Abstract:The teacher-student paradigm has emerged as a canonical framework in semi-supervised learning. When applied to medical image segmentation, the paradigm faces challenges due to inherent image ambiguities, making it particularly vulnerable to erroneous supervision. Crucially, the student's iterative reconfirmation of these errors leads to self-reinforcing bias. While some studies attempt to mitigate this bias, they often rely on external modifications to the conventional teacher-student framework, overlooking its intrinsic potential for error correction. In response, this work introduces a feedback mechanism into the teacher-student framework to counteract error reconfirmations.

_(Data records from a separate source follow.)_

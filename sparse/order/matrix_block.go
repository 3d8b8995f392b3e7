package order

import (
	"context"
	"io"
	"slices"

	"pairloom/sparse/block"
	"pairloom/sparse/chain"
	"pairloom/sparse/source"
	"pairloom/sparse/source/market"
)

const (
	chunkEntries = 1 << 17 // entries are kept in pieces of 1 MiB, so that none is moved by growth
	breath       = 1 << 16 // entries or columns between two looks at the context
)

// coordinates are the odd entries of a matrix as they were read, repeated ones too:
// column << 32 | row.
type coordinates struct {
	path       string // empty: no file, no entries
	rows, cols uint32
	chunks     [][]uint64
}

// block reads one file, sorts it into columns by counting, and publishes ∂_k.
func (m *matrices) block(ctx context.Context, k int, p source.Progress) error {
	x := &coordinates{rows: m.complex.Cells[k-1], cols: m.complex.Cells[k]}
	if k >= m.first {
		x.path = m.files[k-m.first]
		p.Stage("read")
		if err := x.read(ctx, m.spec.FacesInCols, p); err != nil {
			return err
		}
	}
	p.Stage("block")
	out, err := x.columns(ctx, chain.BlockPath(m.dir, k))
	if err != nil {
		return err
	}
	defer out.Discard()
	even, thin := rowCounts(out)
	if even > 0 && out.Width == 0 && x.path != "" && !m.spec.FacesInRows && !m.spec.FacesInCols {
		return source.Broken(x.path, 0, "every row has %d entries and the columns differ, so this looks like a transposed boundary; use --faces-in-columns, or --faces-in-rows to insist", even)
	}
	if err := m.inOrder(k, x.path, out); err != nil {
		return err
	}
	m.complex.RowsAtMost2[k], m.complex.ColsAtMost2[k] = thin, narrow(out)
	return published(out.Publish(false), out.Close)
}

// read takes the odd entries of the file.
func (x *coordinates) read(ctx context.Context, turned bool, p source.Progress) error {
	r, err := market.Open(x.path)
	if err != nil {
		return err
	}
	defer r.Close()
	_, _, announced := r.Shape()
	var chunk []uint64
	for n := 0; ; n++ {
		if n%breath == 0 {
			p.Advance(r.BytesRead(), r.Size())
			if ctx.Err() != nil {
				return context.Cause(ctx)
			}
		}
		row, col, odd, err := r.Next()
		if err == io.EOF {
			x.chunks = append(x.chunks, chunk)
			return nil
		}
		if err != nil {
			return err
		}
		if turned {
			row, col = col, row
		}
		if row >= x.rows || col >= x.cols {
			return source.Broken(x.path, r.Line(), "the file changed while it was read")
		}
		if len(chunk) == chunkEntries {
			x.chunks, chunk = append(x.chunks, chunk), nil
		}
		if odd {
			if chunk == nil {
				chunk = make([]uint64, 0, min(announced, chunkEntries))
			}
			chunk = append(chunk, uint64(col)<<32|uint64(row))
		}
	}
}

// columns lays out a block with the entries sorted into columns, rows ascending, equal
// ones cancelled in pairs. The entries are given up.
func (x *coordinates) columns(ctx context.Context, path string) (*block.Matrix, error) {
	next := make([]uint64, uint64(x.cols)+1)
	for _, chunk := range x.chunks {
		for _, e := range chunk {
			next[e>>32+1]++
		}
	}
	for j := range uint64(x.cols) {
		next[j+1] += next[j]
	}
	out, err := created(path, x.rows, next)
	if err != nil {
		return nil, err
	}
	for i, chunk := range x.chunks {
		for _, e := range chunk {
			at := &next[e>>32]
			out.Entries[*at] = uint32(e)
			*at++
		}
		x.chunks[i] = nil
		if ctx.Err() != nil {
			out.Discard()
			return nil, context.Cause(ctx)
		}
	}
	repeated, err := sortColumns(ctx, out)
	if err != nil {
		out.Discard()
		return nil, err
	}
	if repeated {
		return cancelled(path, out)
	}
	return out, nil
}

// created lays out a block whose columns begin at offsets.
func created(path string, rows uint32, offsets []uint64) (*block.Matrix, error) {
	cols := uint32(len(offsets) - 1)
	width := common(offsets)
	out, err := block.Create(path, rows, cols, width, offsets[cols])
	if err == nil && width == 0 {
		copy(out.Offsets, offsets)
	}
	return out, err
}

// common returns the count of entries that all columns have, 0 if there is none.
func common(offsets []uint64) uint32 {
	if len(offsets) < 2 {
		return 0
	}
	n := offsets[1]
	for j := 1; j < len(offsets); j++ {
		if offsets[j]-offsets[j-1] != n {
			return 0
		}
	}
	return uint32(n)
}

// sortColumns makes rows ascend in each column and says whether one stands there twice.
func sortColumns(ctx context.Context, m *block.Matrix) (repeated bool, err error) {
	for j := range m.Cols {
		if j%breath == 0 && ctx.Err() != nil {
			return false, context.Cause(ctx)
		}
		column := m.Column(j, nil)
		if !slices.IsSorted(column) {
			slices.Sort(column)
		}
		for i := 1; i < len(column); i++ {
			repeated = repeated || column[i] == column[i-1]
		}
	}
	return repeated, nil
}

// cancelled replaces a block by one in which equal entries cancel in pairs.
func cancelled(path string, m *block.Matrix) (*block.Matrix, error) {
	rows, offsets := make([]uint32, 0, len(m.Entries)), make([]uint64, 1, uint64(m.Cols)+1)
	for j := range m.Cols {
		begin := len(rows)
		for _, r := range m.Column(j, nil) {
			if n := len(rows); n > begin && rows[n-1] == r {
				rows = rows[:n-1]
				continue
			}
			rows = append(rows, r)
		}
		offsets = append(offsets, uint64(len(rows)))
	}
	shape := m.Rows
	m.Discard()
	out, err := created(path, shape, offsets)
	if err == nil {
		copy(out.Entries, rows)
	}
	return out, err
}

// rowCounts returns the count of entries that all rows have (0 if they differ), and
// whether every row has at most two.
func rowCounts(m *block.Matrix) (even uint32, thin bool) {
	count := make([]uint32, m.Rows)
	for _, r := range m.Entries {
		count[r]++
	}
	if len(count) == 0 {
		return 0, true
	}
	even, thin = count[0], true
	for _, n := range count {
		if n != count[0] {
			even = 0
		}
		thin = thin && n <= 2
	}
	return even, thin
}

// narrow says whether every column has at most two entries.
func narrow(m *block.Matrix) bool {
	if m.Width > 0 {
		return m.Width <= 2
	}
	for j := range m.Cols {
		if m.Offsets[j+1]-m.Offsets[j] > 2 {
			return false
		}
	}
	return true
}
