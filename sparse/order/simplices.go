package order

import (
	"context"
	"fmt"
	"math"
	"slices"

	"pairloom/sparse/chain"
	"pairloom/sparse/source"
	"pairloom/sparse/source/table"
)

// verticesMost is the largest simplex that is read.
const verticesMost = 64

// Simplices reads lines value,v0,v1,… from the one input of spec and publishes the
// filtered complex in dir, which exists. Order within a degree: (value, vertices
// ascending). Errors: *source.InputError for a broken file, a missing face (unless
// spec.Close), a duplicate, a face above its coface; *source.TooBig over budget.
// Time: O(entries · log) and sorting by radix; memory about 60 bytes a simplex.
func Simplices(ctx context.Context, spec source.Spec, dir string, threads int, p source.Progress) (*chain.Complex, error) {
	p.Stage("read")
	r := &simplexReader{spec: spec, lists: true}
	if err := r.read(ctx, p); err != nil {
		return nil, err
	}
	s := &simplicial{path: spec.Inputs[0], complex: &chain.Complex{Kind: string(source.Simplices), Naming: chain.BySimplex, KeepZero: spec.KeepZeroPairs}}
	s.tables = r.tables
	if !spec.Close { // closing needs the simplices above the cut
		s.cutAbove(spec)
	}
	if err := budget(spec, s.tables); err != nil {
		return nil, err
	}
	s.labels = labelsOf(s.tables)
	densify(s.tables, s.labels)
	if err := s.sortAll(spec, threads); err != nil {
		return nil, err
	}
	if spec.Close {
		s.cutAbove(spec)
	}
	return s.complex, s.build(ctx, dir, threads, p)
}

// cutAbove drops simplices above degree K+1.
func (s *simplicial) cutAbove(spec source.Spec) {
	dim, c := len(s.tables)-1, s.complex
	c.Degrees = dim
	if spec.Degrees >= 0 && spec.Degrees < dim {
		c.Degrees, c.Truncated = spec.Degrees, true
		left := uint64(0)
		for k := spec.Degrees + 2; k <= dim; k++ {
			left += uint64(s.tables[k].len())
		}
		s.tables = s.tables[:spec.Degrees+2]
		if left > 0 {
			c.Notes = append(c.Notes, chain.Note{What: fmt.Sprintf("simplices above degree %d left out", spec.Degrees+1), Count: left})
		}
	}
}

// bytesSimplex estimates the memory for a simplex of degree k, mapped pages included.
func bytesSimplex(k int) uint64 { return uint64(12*(k+1) + 56) }

func budget(spec source.Spec, tables []*degreeTable) error {
	need := uint64(0)
	for _, d := range tables {
		need += uint64(d.len()) * bytesSimplex(d.k)
		if uint64(d.len()) >= math.MaxUint32 {
			return &source.TooBig{Why: fmt.Sprintf("%d simplices of degree %d; at most 2^32-2 fit", d.len(), d.k)}
		}
	}
	if spec.MemoryBytes > 0 && need > spec.MemoryBytes {
		return &source.TooBig{Why: fmt.Sprintf("%s: about %d MiB are needed and --memory allows %d MiB; lower --degrees or raise --memory", spec.Inputs[0], need>>20, spec.MemoryBytes>>20)}
	}
	return nil
}

// sortAll sorts every degree, closes the complex if asked, and looks for duplicates.
func (s *simplicial) sortAll(spec source.Spec, threads int) error {
	n := len(s.tables)
	if !spec.Close {
		return parallel(n, threads, func(k int) error {
			sortTable(s.tables[k], len(s.labels))
			return s.duplicate(s.tables[k])
		})
	}
	added := uint64(0)
	for k := n - 1; k >= 0; k-- {
		d := s.tables[k]
		sortTable(d, len(s.labels))
		if err := s.duplicateGiven(d); err != nil {
			return err
		}
		before := d.len()
		added += uint64(before) - d.merge() - s.given(d)
		if k > 0 {
			if s.tables[k-1].lines == nil {
				s.tables[k-1].lines = []uint32{}
			}
			d.facetsOf(s.tables[k-1])
		}
	}
	if added > 0 {
		s.complex.Notes = append(s.complex.Notes, chain.Note{What: "missing faces added", Count: added})
	}
	return nil
}

// given counts the simplices that have a line.
func (s *simplicial) given(d *degreeTable) (n uint64) {
	for _, l := range d.lines {
		if l > 0 {
			n++
		}
	}
	return n
}

// duplicateGiven looks for simplices given twice among equal neighbours.
func (s *simplicial) duplicateGiven(d *degreeTable) error {
	last := -1
	for i := range d.len() {
		if d.lines[i] == 0 {
			continue
		}
		if last >= 0 && slices.Equal(d.simplex(last), d.simplex(i)) {
			return source.Broken(s.path, max(d.line(last), d.line(i)), "simplex %s stands in line %d already; each simplex is given once", s.name(d.simplex(i)), min(d.line(last), d.line(i)))
		}
		last = i
	}
	return nil
}

// simplexReader reads lines of vertices, with a value first (lists) or without (facets).
type simplexReader struct {
	spec   source.Spec
	lists  bool
	tables []*degreeTable
	in     *table.Reader
	vertex [verticesMost]uint32
	first  float64 // value of the first line
	varied bool    // values differ
	whole  bool    // all values are whole and below the first vertex
}

func (r *simplexReader) read(ctx context.Context, p source.Progress) error {
	in, err := table.Open(r.spec.Inputs[0])
	if err != nil {
		return err
	}
	defer in.Close()
	r.in, r.whole = in, true
	n := 0
	for in.Next() {
		if n++; n%(1<<15) == 0 {
			p.Advance(in.BytesRead(), in.Size())
			if ctx.Err() != nil {
				return context.Cause(ctx)
			}
		}
		if err := r.line(in.Fields(), n == 1); err != nil {
			return err
		}
	}
	p.Advance(in.BytesRead(), in.Size())
	switch {
	case in.Err() != nil:
		return in.Err()
	case n == 0:
		return source.Broken(r.spec.Inputs[0], 0, "no simplex in it; one a line was expected")
	case r.lists && r.varied && r.whole && !r.spec.ValueFirst:
		return source.Broken(r.spec.Inputs[0], 0, "these look like vertex lists; use --as facets, or --value-first to insist")
	}
	return nil
}

func (r *simplexReader) broken(format string, args ...any) error {
	return source.Broken(r.spec.Inputs[0], r.in.Line(), format, args...)
}

// line takes one simplex.
func (r *simplexReader) line(f [][]byte, first bool) error {
	value := 0.0
	if r.lists {
		v, ok := table.ParseFloat(f[0])
		switch {
		case !ok || math.IsNaN(v) || math.IsInf(v, 0):
			return r.broken("value %q; a finite number was expected first, then the vertices", f[0])
		case len(f) < 2:
			return r.broken("a value without vertices; value,v0,v1,… was expected (lists of vertices alone: --as facets)")
		}
		value, f = source.Clean(v), f[1:]
	}
	if len(f) > verticesMost {
		return r.broken("%d vertices; at most %d make a simplex", len(f), verticesMost)
	}
	s := r.vertex[:len(f)]
	for i, b := range f {
		v, ok := table.ParseUint32(b)
		if !ok {
			return r.broken("vertex %q; a whole number from 0 to 4294967294 was expected", b)
		}
		s[i] = v
	}
	if r.lists {
		r.look(value, s[0], first)
	}
	sortSmall(s)
	for i := 1; i < len(s); i++ {
		if s[i-1] == s[i] {
			return r.broken("vertex %d is repeated; the vertices of a simplex differ", s[i])
		}
	}
	return r.add(value, s)
}

// look gathers whether the values could be vertices.
func (r *simplexReader) look(value float64, next uint32, first bool) {
	if first {
		r.first = value
	}
	r.varied = r.varied || value != r.first
	r.whole = r.whole && value == math.Trunc(value) && value >= 0 && value < float64(next)
}

func (r *simplexReader) add(value float64, s []uint32) error {
	for len(r.tables) < len(s) {
		r.tables = append(r.tables, &degreeTable{k: len(r.tables)})
	}
	d := r.tables[len(s)-1]
	d.verts = append(d.verts, s...)
	if r.lists {
		d.values = append(d.values, value)
	}
	d.lines = append(d.lines, uint32(r.in.Line()))
	return nil
}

Here, the student provides feedback on the changes induced by the teacher's pseudo-labels, enabling the teacher to refine these labels accordingly. We specify that this interaction hinges on two key components: the feedback attributor, which designates pseudo-labels triggering the student's update, and the feedback receiver, which determines where to apply this feedback. Building on this, a dual-teacher feedback model is further proposed, which allows more dynamics in the feedback loop and fosters more gains by resolving disagreements through cross-teacher supervision while avoiding consistent errors. Comprehensive evaluations on three medical image benchmarks demonstrate the method's effectiveness in addressing error propagation in semi-supervised medical image segmentation.